## [Brief]
Copy the lines below exactly. Start at the first and finish with the line containing "of rising instants.".

---------- Data to process ----------

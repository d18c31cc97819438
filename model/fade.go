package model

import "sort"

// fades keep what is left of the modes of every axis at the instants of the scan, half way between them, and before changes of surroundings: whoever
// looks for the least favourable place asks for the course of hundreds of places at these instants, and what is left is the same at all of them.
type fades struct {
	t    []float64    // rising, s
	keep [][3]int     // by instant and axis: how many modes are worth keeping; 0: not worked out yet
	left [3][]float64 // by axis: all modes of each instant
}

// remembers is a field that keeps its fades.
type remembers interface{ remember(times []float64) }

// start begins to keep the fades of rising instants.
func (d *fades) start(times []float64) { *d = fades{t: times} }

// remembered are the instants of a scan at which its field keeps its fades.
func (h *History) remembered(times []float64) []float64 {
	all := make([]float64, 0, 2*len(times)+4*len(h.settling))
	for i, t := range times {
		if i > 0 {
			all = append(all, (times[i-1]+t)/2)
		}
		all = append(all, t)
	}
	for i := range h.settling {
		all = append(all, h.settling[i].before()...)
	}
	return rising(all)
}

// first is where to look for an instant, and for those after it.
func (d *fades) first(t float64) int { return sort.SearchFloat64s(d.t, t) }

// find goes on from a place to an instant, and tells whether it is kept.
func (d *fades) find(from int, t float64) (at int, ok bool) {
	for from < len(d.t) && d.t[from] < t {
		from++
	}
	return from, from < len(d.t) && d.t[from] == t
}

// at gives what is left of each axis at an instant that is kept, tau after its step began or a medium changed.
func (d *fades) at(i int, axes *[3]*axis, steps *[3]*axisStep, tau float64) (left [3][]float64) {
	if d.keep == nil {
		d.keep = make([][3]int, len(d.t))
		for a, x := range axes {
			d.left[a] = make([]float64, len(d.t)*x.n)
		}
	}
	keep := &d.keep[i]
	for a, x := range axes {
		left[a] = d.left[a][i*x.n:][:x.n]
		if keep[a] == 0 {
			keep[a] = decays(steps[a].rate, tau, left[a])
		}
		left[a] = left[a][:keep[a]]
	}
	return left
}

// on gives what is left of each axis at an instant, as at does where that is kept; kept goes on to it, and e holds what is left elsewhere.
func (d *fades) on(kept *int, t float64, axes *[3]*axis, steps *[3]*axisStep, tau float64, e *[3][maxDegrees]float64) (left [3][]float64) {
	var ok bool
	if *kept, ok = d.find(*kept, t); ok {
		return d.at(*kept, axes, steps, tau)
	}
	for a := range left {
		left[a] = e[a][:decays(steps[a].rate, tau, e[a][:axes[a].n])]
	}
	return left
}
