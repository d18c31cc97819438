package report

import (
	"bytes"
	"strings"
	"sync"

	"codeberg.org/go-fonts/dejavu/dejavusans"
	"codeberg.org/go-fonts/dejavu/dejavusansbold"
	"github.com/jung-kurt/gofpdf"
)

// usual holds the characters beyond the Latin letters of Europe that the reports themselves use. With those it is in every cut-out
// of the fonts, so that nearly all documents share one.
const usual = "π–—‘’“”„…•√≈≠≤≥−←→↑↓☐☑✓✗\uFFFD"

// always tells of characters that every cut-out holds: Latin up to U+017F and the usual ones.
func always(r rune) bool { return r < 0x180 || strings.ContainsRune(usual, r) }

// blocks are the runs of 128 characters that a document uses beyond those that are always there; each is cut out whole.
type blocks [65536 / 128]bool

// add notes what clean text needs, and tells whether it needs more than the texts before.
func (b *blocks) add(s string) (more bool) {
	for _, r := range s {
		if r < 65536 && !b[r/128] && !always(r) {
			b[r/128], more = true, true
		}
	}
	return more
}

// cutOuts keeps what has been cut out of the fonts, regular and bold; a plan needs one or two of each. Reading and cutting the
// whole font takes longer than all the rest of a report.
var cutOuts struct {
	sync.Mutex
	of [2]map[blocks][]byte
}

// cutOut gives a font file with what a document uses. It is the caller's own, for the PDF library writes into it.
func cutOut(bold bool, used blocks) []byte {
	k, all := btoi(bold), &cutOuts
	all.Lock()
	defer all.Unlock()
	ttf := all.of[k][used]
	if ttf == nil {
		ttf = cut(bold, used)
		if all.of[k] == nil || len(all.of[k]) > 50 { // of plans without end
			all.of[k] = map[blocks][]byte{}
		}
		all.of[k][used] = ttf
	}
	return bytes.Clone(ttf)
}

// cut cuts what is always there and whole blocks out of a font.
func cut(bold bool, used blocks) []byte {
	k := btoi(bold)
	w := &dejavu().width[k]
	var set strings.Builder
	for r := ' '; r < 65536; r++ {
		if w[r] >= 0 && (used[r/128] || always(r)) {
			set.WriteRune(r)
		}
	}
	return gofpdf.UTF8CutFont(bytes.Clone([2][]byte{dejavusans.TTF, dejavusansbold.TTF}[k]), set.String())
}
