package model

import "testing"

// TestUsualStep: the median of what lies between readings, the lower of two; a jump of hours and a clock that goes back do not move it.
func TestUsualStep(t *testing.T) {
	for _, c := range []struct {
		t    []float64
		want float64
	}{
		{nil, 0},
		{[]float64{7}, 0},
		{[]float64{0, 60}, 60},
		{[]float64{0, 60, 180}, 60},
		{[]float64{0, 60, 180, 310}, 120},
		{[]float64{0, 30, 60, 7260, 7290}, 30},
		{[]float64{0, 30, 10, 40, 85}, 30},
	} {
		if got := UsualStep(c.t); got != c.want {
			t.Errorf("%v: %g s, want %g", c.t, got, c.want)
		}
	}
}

----------

## [Your response]
repository d18c31cc97819438
filename model/fade.go
package model

import "sort"

// fades keep what is left of the modes of every axis at the instants of the scan, half way between them, and before changes of surroundings: whoever
// looks for the least favourable place asks for the course of hundreds of places at these instants, and what is left is the same at all of them.
type fades struct {
	t    []float64    // rising, s
	keep [][3]int     // by instant and axis: how many modes are worth keeping; 0: not worked out yet
	left [3][]float64 // by axis: all modes of each instant
}

// remembers is a field that keeps its fades.
type remembers interface{ remember(times []float64) }

// start begins to keep the fades of rising instants.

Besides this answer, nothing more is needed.